Thiadiaye est une ville de l'ouest du Sénégal, située au sud-est de Dakar.

Histoire[modifier | modifier le code]

Historiquement, Thiadiaye appartient au Djiéguème. Selon le doyen Maurice Birane Ndour, les auteurs européens jusqu’à l’abbé Boilat -y compris Becker et Martin- ont cru que le Djéguème était un royaume.

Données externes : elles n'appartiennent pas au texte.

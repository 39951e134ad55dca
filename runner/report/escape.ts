/** HTML escaping for every piece of text that comes from a notebook, a cell or data. */

const ENTITIES: Record<string, string> = {
  "&": "&amp;",
  "<": "&lt;",
  ">": "&gt;",
  '"': "&quot;",
  "'": "&#39;",
};

/** Escapes text for HTML element content and attribute values. */
export function escapeHtml(text: string): string {
  return text.replace(/[&<>"']/g, (c) => ENTITIES[c]!);
}

/** JSON that is safe inside a <script type="application/json"> element (no "</script>", no "<!--"). */
export function jsonForScript(value: unknown): string {
  return JSON.stringify(value)
    .replace(/</g, "\\u003c")
    .replace(/>/g, "\\u003e")
    .replace(/&/g, "\\u0026")
    .replace(/\u2028/g, "\\u2028")
    .replace(/\u2029/g, "\\u2029");
}

/**
 * A CSS string literal ("…") for any text: every character other than letters, digits, spaces and plain punctuation
 * is written as a CSS escape (CSS Syntax Level 3 §4.3.7), so the text can neither end the string nor close a
 * <style> element.
 */
export function cssString(text: string): string {
  const body = Array.from(text.replace(/[\r\n\t]+/g, " "))
    .map((c) => (/^[A-Za-z0-9 .,:;()\-_!?+=%#@/]$/.test(c) ? c : `\\${c.codePointAt(0)!.toString(16)} `))
    .join("");
  return `"${body}"`;
}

Mais jusqu’au XIVe siècle, tous les royaumes qu’on appelait « les provinces au sud du Baol » ou « les provinces sérères indépendantes au sud du Baol » à savoir : le Mbadane, le Djéguème, le Nianing, les pays Safènes, le Soussoum-Sandock et la province du Kaba (sur la route de Bambèye avant Khombole), étaient des sociétés acéphales.

Les provinces du sud du Baol s’étendaient du Mbadane jusqu’à Bargny en passant par la vallée du Thiamassas. Cependant, il faut noter que l’autorité du roi du Baol était très relâchée du fait que les Sérères étaient très rebelles.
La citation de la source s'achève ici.